I do the same knot for saltwater fishing. Only difference is I've learn to do it with 30-40 lbs line instead of 8-10 lbs bass line. 


I twist 8 times, and put the line threw the circle and back into the circle you just made. 
My knots never come undone at the knot. Cinch with my teeth, then clip the left over line(usually with my teeth), but preferred with my pliers.


----------



## Chapman5011 (Mar 7, 2013)

Also if you have a nice sized weight that touches your knot, you need to have a bead in between the knot and the weight to protect the knot


----------



## JD7.62 (Feb 13, 2008)

Itd probably help if you tell us what knot you are using. Are you breaking off at the lure or at the braid to fluro connection?


----------



## FenderBender (Oct 2, 2007)

He's tying an Albright. I like the fg knot or even easier to tie Alberto knot, maybe try those? Haven't had either fail yet.


----------



## Kim (Aug 5, 2008)

Here are some links for knots. When using braid lines they tend to cut themselves in the knot when the braid "slides". Getting the knots tight using bare fingers may not always work so I use the Daiichi Seiko finger saver rings to cinch braid knots down nice and tight.


----------



## jaysmith850 (Aug 23, 2013)

yeah im tying a albright knot i saw on youtube. but i dont think the knot is slipping more like snapping. ill check out those other knots when i get a chance for sure.


----------



## amarcafina (Aug 24, 2008)

Check your Guides Real close , may have a Nick in one that cuttung the line on a heavy casting


----------



## 49913 (Apr 18, 2014)

I'm with the guys tieing the Crazy Alberto. I have had exactly the same experience trying to tie an Albright on braid to fluoro.


----------



## ranger250x (May 30, 2015)

Inspect your braid just before the knot for chafing and frays. Sometimes i get that damage from needle fish. The flurocarbon may even have damage around the knot area. I hate it when something hits my "knot"!:shifty:


----------



## kanaka (Oct 3, 2007)

Since you're in C-view, P-M me and come on over to do some tying.


----------



## jaysmith850 (Aug 23, 2013)

kanaka i may have to take you up on that if i cant get this figured out lol.

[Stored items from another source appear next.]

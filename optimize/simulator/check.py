"""Re-simulate chosen front designs in ngspice and compare with what the model predicted."""

from __future__ import annotations

import json
from pathlib import Path

import pandas as pd

from ampfront.topologies.errors import InputError
from ampfront.topologies.schema import read_toml
from ampfront.optimize.simulator.ngspice import simulate, simulate_swing

# Agreement expected between model and simulator. Square law against ngspice level 1 is the same equations,
# so only numerics separate them; tables against BSIM4 add interpolation and the two-terminal capacitance
# approximation of a charge-based model.
BOUNDS = {
    "square_law": {"gain_db": ("abs", 0.5), "gbw_hz": ("rel", 0.05), "phase_margin_deg": ("abs", 3.0),
                   "supply_current_a": ("rel", 0.02), "noise_1hz_v_rthz": ("rel", 0.05),
                   "noise_100hz_v_rthz": ("rel", 0.05),
                   "cmrr_db": ("abs", 2.0), "psrr_db": ("abs", 2.0)},
    "gm_id_tables": {"gain_db": ("abs", 2.0), "gbw_hz": ("rel", 0.10), "phase_margin_deg": ("abs", 5.0),
                     "supply_current_a": ("rel", 0.03), "cmrr_db": ("abs", 6.0), "psrr_db": ("abs", 6.0),
                     "noise_1hz_v_rthz": ("rel", 0.15), "noise_100hz_v_rthz": ("rel", 0.15)},
}
# Rejection of an ideal, unmismatched circuit beyond this is set by residual bias asymmetries, not by the
# circuit; real parts are limited by mismatch long before. Both sides are compared clipped here.
REJECTION_CEILING_DB = 100.0
# Swing from the DC sweep into the load (optimize.spice.simulate_swing): the model's swing keeps every
# device of the signal path saturated, so it may end this much short of where the swept gain collapses,
# and may claim at most SWING_SLACK_V more than the sweep shows.
SWING_SLACK_V = 0.05
SWING_SHORTFALL_V = 0.3


def technology_kind(folder: Path) -> str:
    manifest = folder / "manifest.json"
    if not manifest.is_file():
        raise InputError(str(folder), "manifest.json", "a folder written by 'ampfront run'")
    tech_file = Path(json.loads(manifest.read_text())["technology"]["file"])
    return read_toml(tech_file).get("kind", "square_law")


def study_cm(folder: Path) -> float:
    """The common-mode level the testbenches were written for (manifest `conditions`)."""
    manifest = json.loads((folder / "manifest.json").read_text())
    try:
        return float(manifest["conditions"]["v_cm_v"])
    except (KeyError, TypeError, ValueError):
        raise InputError(str(folder), "manifest.json conditions.v_cm_v", "a folder written by this version of "
                         "'ampfront run'") from None


def spread_picks(front: pd.DataFrame, count: int) -> list[int]:
    """Designs spread along the front: evenly spaced rows of the table (it is sorted by an objective)."""
    count = max(1, min(count, len(front)))
    return sorted({round(i * (len(front) - 1) / max(count - 1, 1)) for i in range(count)})


def check_folder(folder: Path, count: int) -> pd.DataFrame:
    table = folder / "front.csv"
    if not table.is_file():
        raise InputError(str(folder), "front.csv", "a folder written by 'ampfront run'")
    front = pd.read_csv(table)
    bounds = BOUNDS[technology_kind(folder)]
    v_cm = study_cm(folder)
    rows = []
    for i in spread_picks(front, count):
        row = front.iloc[i].copy()
        # The flicker-dominated spot the testbench measures: white floor plus flicker at 1 Hz.
        row["noise_1hz_v_rthz"] = (row["noise_thermal_v_rthz"] ** 2 + row["noise_flicker_1hz_v_rthz"] ** 2) ** 0.5
        got = simulate(folder / "netlists" / f"{row['design']}_tb.sp")
        entry = {"design": row["design"]}
        ok = True
        for column, (kind, bound) in bounds.items():
            model, spice = float(row[column]), got[column]
            if column in ("cmrr_db", "psrr_db"):
                model, spice = min(model, REJECTION_CEILING_DB), min(spice, REJECTION_CEILING_DB)
            error = abs(spice - model) if kind == "abs" else abs(spice - model) / abs(model)
            entry[f"{column}_model"], entry[f"{column}_spice"] = model, spice
            ok &= error <= bound
        swing = folder / "netlists" / f"{row['design']}_swing.sp"
        if swing.is_file():
            swept = simulate_swing(swing, f"{row['design']}_swing.dat", v_cm)
            for column, sign in (("out_low_v", 1.0), ("out_high_v", -1.0)):
                model = float(row[column])
                entry[f"{column}_model"], entry[f"{column}_spice"] = model, swept[column]
                # Positive when the model is the more conservative of the two.
                short = sign * (model - swept[column])
                ok &= -SWING_SLACK_V <= short <= SWING_SHORTFALL_V
        entry["within_bounds"] = ok
        rows.append(entry)
    return pd.DataFrame(rows)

though when i brought my rods in tonight i checked out the end of my line and my knot is still formed and it looked as if it slipped as the night wore on. im going to try the crazy alberto with the shorter 18'' leader and see if keeping the knot out of the guides helps any. trial and error i suppose


----------



## a (Oct 2, 2007)

id move up to a 30# leader....


----------



## LIM-IT-OUT (Aug 26, 2014)

When tightening the albright start by spreading/thinning your knot then pull the tag ends then tighten main line.

The albright is a very good knot. If tied correctly the knot is not your problem. 
I use 30lb braid to 20lb fluro, just started tieing the albright due to a new rod having smaller guides. I also use a 6ft leader. I must have made 1000 casts in 2 days landing about a dozen reds. In those 2 days I never retied my leader knot... maybe its time to... but take a closer look to how you tie your knots and inspect the guides for knicks. 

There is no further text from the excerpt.